Available data:
________________

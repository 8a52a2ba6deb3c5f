import { useMutation, useQueryClient } from '@tanstack/react-query';
import { apiRequest } from '../../../lib/api-client';
import { staffKeys } from './get-staff';
import type { InvitationAnswer } from './invite-staff';

/** A fresh link for someone invited who has not set a password yet; the earlier links stop working. */
export const resendInvitation = (id: string) => apiRequest<InvitationAnswer>(`/api/staff/${encodeURIComponent(id)}/invitation`, { method: 'POST' });

export function useResendInvitation() {
  const queryClient = useQueryClient();
  return useMutation({
    mutationFn: resendInvitation,
    onSuccess: () => queryClient.invalidateQueries({ queryKey: staffKeys.all }),
  });
}
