import { useForm } from 'react-hook-form';
import { zodResolver } from '@hookform/resolvers/zod';
import { Link } from 'react-router-dom';
import { MailCheck } from 'lucide-react';
import { passwordResetRequestSchema, type PasswordResetRequest } from '../../../../shared/mail/account-schemas';
import { ApiError } from '../../../lib/api-client';
import { Button } from '../../../components/ui/button';
import { Notice } from '../../../components/ui/notice';
import { TextField } from '../../../components/ui/text-field';
import { useRequestPasswordReset } from '../api/request-password-reset';
import { SuccessNote, textLinkClass } from './auth-card';

export function ForgotPasswordForm() {
  const request = useRequestPasswordReset();
  const {
    register,
    handleSubmit,
    formState: { errors },
  } = useForm<PasswordResetRequest>({ resolver: zodResolver(passwordResetRequestSchema), defaultValues: { email: '' } });

  if (request.isSuccess) {
    return (
      <div className="flex flex-col gap-4">
        <SuccessNote icon={MailCheck} title="Check your e-mail">
          {request.data.message}
        </SuccessNote>
        <Link to="/sign-in" className={textLinkClass}>
          Back to sign in
        </Link>
      </div>
    );
  }

  const serverError =
    request.error instanceof ApiError ? request.error.message : request.error ? 'Could not reach Mendstep. Check the connection and try again.' : null;

  return (
    <form onSubmit={handleSubmit((values) => request.mutate(values))} noValidate className="flex flex-col gap-4" aria-label="Ask for a reset link">
      {serverError ? (
        <Notice kind="error" title="Not sent">
          {serverError}
        </Notice>
      ) : null}
      <TextField label="E-mail" type="email" autoComplete="username" error={errors.email?.message} {...register('email')} />
      <Button type="submit" disabled={request.isPending}>
        {request.isPending ? 'Sending…' : 'Send me a reset link'}
      </Button>
      <Link to="/sign-in" className={textLinkClass}>
        Back to sign in
      </Link>
    </form>
  );
}
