function outcomeLine(input: DraftNoteInput): string {
  const { run, entries } = input;
  const ordered = inLogOrder(entries);
  const reasonOf = (type: string) => ordered.filter((e) => e.type === type).at(-1);
  switch (run.status) {
    case 'completed':
      return 'Outcome: run completed.';
    case 'fell-back': {
      const fellBack = reasonOf('run-fell-back');
      if (run.outcome === 'stop-elevate-refer') return 'Outcome: swelling increased; cold is contraindicated, so the run stopped (stop, elevate, refer).';
      return `Outcome: back to cold — swelling increased${fellBack?.detail ? ` (${fellBack.detail})` : ''}; cold pack and compression wrap applied.`;
    }
    case 'stopped-referred': {
      const stored = run.redFlags?.length ? run.redFlags : run.screening?.redFlags.length ? run.screening.redFlags : null;
      const flags = stored ? stored.map(redFlagLabel).join('; ') : (reasonOf('red-flag')?.detail ?? 'red flag');
      return `Outcome: stopped and referred — ${flags}.`;
    }
    case 'ended-early':
      return `Outcome: ended early${reasonOf('run-ended-early')?.reason ? ` — reason: ${reasonOf('run-ended-early')!.reason}` : ''}.`;
    case 'abandoned':
      return 'Outcome: the run was left unfinished in table mode and closed as abandoned; confirm with the therapist what was done.';
    default:
      return 'Outcome: the run has not finished.';
  }
}

function objective(input: DraftNoteInput, measured: DraftNoteMeasurement[]): string {
  const { run, entries, settings } = input;
  const lines = measurementLine(input, measured);
  const timeline = buildTimeline(run.plan, entries);
  const reached = timeline.filter((row) => row.result !== 'not-reached');

  if (run.startedAt || reached.length) {
    const start = timeline.find((row) => row.startedAt)?.startedAt ?? run.startedAt ?? run.createdAt;
    const end = run.endedAt ? `–${formatClock(run.endedAt, settings.timeZone)}` : '';
    const version = run.sequenceVersion ? `, version ${run.sequenceVersion}` : '';
    lines.push(`Run on ${formatWhen(start, settings.timeZone)}${end} (${run.phase} sequence${version}; ${run.plan.tolerance} tolerance):`);
    lines.push(...timeline.map(stepLine));
  } else if (run.status === 'stopped-referred') {
    lines.push('No steps were given: the run stopped at the screening.');
  } else {
    lines.push('No steps were recorded.');
  }

  const checks = entries.filter((e) => e.type === 'swelling-check');
  const increased = checks.filter((e) => e.detail === 'increased').length;
  if (checks.length) {
    lines.push(`Swelling checks: ${checks.length} (${checks.length - increased} not increased, ${increased} increased).`);
  } else if (reached.length) {
    lines.push('No swelling check was recorded during the run.');
  }
  const pauses = entries.filter((e) => e.type === 'paused').length;
  const extensions = entries.filter((e) => e.type === 'extended').length;
  if (pauses || extensions) lines.push(`Pauses: ${pauses}; extensions: ${extensions}.`);
  lines.push(outcomeLine(input));
  return lines.join('\n');
}

// ---------------------------------------------------------------- A

function assessment(input: DraftNoteInput): string {
  const { injury, run } = input;
  const lines: string[] = [];
  const phaseWord = run.phase.charAt(0).toUpperCase() + run.phase.slice(1);
  lines.push(injury.phase === run.phase ? `${phaseWord} phase. ${injury.phaseReason}` : `${phaseWord} phase at the time of the run.`);

  const region = injury.region as BodyRegionId;
  if (injury.severity) {
    lines.push(`Severity: ${injury.severity.grade}, from active knee flexion of ${injury.severity.kneeFlexionDeg}° (${injury.severity.source}).`);
    if (injury.severity.timingWarning) lines.push(injury.severity.timingWarning);
    if (injury.assessment.timeLost) lines.push(injury.assessment.timeLost.wording);
  } else if (isAnteriorThighRegion(region)) {
    lines.push(`Severity: not graded yet — record active knee flexion (grading by ${sources.ryan1991}).`);
  } else {
    lines.push('Severity: not graded — the published knee-flexion grading applies to anterior-thigh (quadriceps) contusions only.');
  }

  if (injury.risks.applies) {
    if (injury.risks.factors.length) {
      lines.push(`Myositis ossificans risk factors (${sources.ryan1991}): ${injury.risks.factors.map((f) => f.label).join('; ')}.`);
      if (injury.risks.caution) lines.push(`Caution: ${injury.risks.caution.lines.join(' ')}`);
    } else {
      lines.push('No myositis ossificans risk factors recorded (Ryan et al. 1991).');
    }
  } else if (isThighRegion(region)) {
    lines.push('Myositis ossificans risk factors not assessed.');
  }

  const screening = run.screening;
  if (screening?.massageCautions.includes('suspected-myositis-ossificans')) {
    lines.push(`Suspected myositis ossificans at the screening: no deep work over the site; refer for imaging (${sources.myositisPhysSportsmed1995}).`);
  }
  if (screening?.coldContraindications.length) lines.push('Cold is contraindicated for this athlete: no cold was applied.');
  if (run.status === 'fell-back') lines.push('Swelling increased during the session: treat as acute again until it settles (common practice).');
  if (run.status === 'stopped-referred') lines.push(`Red flag present: possible compartment syndrome or another serious injury must be ruled out (${tintinalli}).`);
  return lines.join('\n');
}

________________

Exercise description:
Word for word, restate the listing above from its first line to the line with "stop working. */", keeping both.

Answer space:
repository 8a52a2ba6deb3c5f
import { useMutation, useQueryClient } from '@tanstack/react-query';
import { apiRequest } from '../../../lib/api-client';
import { staffKeys } from './get-staff';
import type { InvitationAnswer } from './invite-staff';

/** A fresh link for someone invited who has not set a password yet; the earlier links stop working. */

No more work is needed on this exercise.